Problem details » Look for the line that has "while chunk := fh.read(1" in the material below; please repeat it and every line after it, exactly, up to and including the line that has "except (etree.XMLSyntaxError, StopIteration)", and nothing else.
•••••
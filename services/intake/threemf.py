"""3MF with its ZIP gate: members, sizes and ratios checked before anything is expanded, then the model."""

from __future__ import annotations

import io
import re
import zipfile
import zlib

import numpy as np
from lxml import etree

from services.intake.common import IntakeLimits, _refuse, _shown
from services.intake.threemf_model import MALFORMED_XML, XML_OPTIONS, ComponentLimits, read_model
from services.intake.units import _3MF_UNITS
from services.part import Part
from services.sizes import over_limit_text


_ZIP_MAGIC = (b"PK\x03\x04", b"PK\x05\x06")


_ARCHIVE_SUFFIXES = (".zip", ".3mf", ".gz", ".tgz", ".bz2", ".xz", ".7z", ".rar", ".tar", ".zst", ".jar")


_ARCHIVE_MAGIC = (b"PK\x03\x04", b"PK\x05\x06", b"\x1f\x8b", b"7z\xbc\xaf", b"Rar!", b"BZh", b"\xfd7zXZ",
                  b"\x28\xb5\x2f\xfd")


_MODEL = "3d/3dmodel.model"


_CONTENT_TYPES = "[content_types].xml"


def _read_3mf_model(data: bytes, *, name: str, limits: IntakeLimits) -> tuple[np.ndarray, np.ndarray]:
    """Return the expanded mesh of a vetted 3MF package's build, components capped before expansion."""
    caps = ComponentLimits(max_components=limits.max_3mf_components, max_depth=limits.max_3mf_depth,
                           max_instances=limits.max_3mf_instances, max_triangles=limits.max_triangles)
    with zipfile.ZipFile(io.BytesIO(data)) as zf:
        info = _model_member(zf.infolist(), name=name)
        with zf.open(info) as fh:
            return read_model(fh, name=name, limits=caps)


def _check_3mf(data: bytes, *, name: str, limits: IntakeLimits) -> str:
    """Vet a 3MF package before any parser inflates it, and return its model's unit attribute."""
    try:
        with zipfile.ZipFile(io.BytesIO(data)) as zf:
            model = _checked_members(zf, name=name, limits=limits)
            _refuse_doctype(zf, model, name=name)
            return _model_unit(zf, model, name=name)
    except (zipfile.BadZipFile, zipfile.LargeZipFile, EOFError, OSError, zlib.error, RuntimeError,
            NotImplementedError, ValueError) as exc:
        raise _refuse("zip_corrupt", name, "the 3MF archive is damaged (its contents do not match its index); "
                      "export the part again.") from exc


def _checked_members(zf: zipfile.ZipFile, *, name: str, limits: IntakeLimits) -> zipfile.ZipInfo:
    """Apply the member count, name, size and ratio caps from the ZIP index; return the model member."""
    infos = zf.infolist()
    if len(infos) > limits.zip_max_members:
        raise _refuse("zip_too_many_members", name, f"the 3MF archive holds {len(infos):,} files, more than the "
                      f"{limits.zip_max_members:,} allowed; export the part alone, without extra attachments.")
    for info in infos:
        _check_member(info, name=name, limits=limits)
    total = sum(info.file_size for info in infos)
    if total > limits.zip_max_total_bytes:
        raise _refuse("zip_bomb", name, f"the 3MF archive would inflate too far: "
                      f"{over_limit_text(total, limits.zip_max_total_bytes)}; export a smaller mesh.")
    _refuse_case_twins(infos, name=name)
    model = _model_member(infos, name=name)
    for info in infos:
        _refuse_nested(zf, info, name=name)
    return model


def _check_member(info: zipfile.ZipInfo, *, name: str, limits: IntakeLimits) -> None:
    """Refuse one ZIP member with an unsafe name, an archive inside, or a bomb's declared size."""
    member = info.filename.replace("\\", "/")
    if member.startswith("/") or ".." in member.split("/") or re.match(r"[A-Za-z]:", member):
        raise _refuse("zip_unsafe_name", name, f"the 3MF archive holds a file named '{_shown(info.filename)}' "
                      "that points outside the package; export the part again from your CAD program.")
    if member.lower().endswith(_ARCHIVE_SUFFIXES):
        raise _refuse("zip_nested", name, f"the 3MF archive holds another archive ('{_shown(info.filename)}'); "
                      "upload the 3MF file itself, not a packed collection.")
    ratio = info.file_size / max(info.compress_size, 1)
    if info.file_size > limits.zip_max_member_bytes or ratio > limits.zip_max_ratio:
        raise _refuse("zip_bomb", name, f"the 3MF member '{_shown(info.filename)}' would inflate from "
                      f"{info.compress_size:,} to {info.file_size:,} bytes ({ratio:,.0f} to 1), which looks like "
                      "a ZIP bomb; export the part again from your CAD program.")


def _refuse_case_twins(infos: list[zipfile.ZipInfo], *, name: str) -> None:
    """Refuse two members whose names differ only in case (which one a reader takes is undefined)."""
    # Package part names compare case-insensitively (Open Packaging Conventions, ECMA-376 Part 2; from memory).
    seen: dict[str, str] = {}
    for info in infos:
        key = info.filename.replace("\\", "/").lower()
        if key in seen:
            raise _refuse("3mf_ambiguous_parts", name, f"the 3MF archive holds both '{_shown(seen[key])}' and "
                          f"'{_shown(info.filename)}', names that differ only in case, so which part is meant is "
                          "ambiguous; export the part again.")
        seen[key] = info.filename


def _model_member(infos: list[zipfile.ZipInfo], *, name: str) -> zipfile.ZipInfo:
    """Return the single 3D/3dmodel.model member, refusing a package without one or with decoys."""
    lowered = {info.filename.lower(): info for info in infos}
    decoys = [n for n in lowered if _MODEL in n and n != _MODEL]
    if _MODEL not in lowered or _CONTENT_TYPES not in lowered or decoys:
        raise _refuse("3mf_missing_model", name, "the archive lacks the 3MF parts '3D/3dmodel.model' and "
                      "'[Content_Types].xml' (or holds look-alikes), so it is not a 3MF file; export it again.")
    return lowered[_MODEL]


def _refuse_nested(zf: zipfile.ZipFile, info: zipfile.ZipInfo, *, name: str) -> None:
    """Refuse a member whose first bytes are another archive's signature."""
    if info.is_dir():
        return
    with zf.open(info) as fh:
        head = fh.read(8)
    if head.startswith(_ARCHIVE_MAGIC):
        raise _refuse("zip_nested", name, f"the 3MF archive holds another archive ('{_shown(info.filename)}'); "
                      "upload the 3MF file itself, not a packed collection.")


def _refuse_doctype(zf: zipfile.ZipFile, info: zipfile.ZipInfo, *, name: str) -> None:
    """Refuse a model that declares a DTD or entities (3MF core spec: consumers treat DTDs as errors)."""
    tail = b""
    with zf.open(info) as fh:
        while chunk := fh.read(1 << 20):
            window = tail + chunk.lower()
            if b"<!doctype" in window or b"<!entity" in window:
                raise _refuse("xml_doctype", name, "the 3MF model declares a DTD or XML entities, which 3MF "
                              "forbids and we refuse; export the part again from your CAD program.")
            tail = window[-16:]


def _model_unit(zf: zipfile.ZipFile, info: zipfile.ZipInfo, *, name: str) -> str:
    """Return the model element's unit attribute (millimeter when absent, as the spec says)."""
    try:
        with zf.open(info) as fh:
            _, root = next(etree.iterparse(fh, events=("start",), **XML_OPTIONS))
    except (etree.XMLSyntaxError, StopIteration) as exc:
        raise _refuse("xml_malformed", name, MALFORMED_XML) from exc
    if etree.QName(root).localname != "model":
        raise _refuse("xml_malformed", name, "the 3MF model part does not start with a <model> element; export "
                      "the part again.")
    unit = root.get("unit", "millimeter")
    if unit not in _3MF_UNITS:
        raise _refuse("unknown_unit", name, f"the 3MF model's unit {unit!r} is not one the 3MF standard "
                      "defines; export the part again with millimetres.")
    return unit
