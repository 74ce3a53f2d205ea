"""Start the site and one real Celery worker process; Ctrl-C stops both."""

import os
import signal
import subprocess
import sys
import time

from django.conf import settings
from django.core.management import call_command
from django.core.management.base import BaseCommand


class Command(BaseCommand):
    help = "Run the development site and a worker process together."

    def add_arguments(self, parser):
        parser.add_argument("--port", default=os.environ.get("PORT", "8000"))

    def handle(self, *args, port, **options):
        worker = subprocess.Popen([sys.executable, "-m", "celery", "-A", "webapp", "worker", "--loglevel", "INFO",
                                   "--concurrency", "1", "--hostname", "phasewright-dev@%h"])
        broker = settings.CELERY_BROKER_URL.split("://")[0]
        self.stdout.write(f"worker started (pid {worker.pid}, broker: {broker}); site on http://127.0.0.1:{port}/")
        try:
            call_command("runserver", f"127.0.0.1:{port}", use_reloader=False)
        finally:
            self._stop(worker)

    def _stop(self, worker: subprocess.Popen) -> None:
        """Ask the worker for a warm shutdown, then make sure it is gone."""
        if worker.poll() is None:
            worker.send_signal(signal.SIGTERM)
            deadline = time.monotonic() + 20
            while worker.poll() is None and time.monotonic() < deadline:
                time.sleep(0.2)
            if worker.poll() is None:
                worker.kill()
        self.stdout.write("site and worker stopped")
•••••
Solution »
        while chunk := fh.read(1 << 20):
            window = tail + chunk.lower()
            if b"<!doctype" in window or b"<!entity" in window:
                raise _refuse("xml_doctype", name, "the 3MF model declares a DTD or XML entities, which 3MF "
                              "forbids and we refuse; export the part again from your CAD program.")
            tail = window[-16:]


def _model_unit(zf: zipfile.ZipFile, info: zipfile.ZipInfo, *, name: str) -> str:
    """Return the model element's unit attribute (millimeter when absent, as the spec says)."""
    try:
        with zf.open(info) as fh:
            _, root = next(etree.iterparse(fh, events=("start",), **XML_OPTIONS))
    except (etree.XMLSyntaxError, StopIteration) as exc:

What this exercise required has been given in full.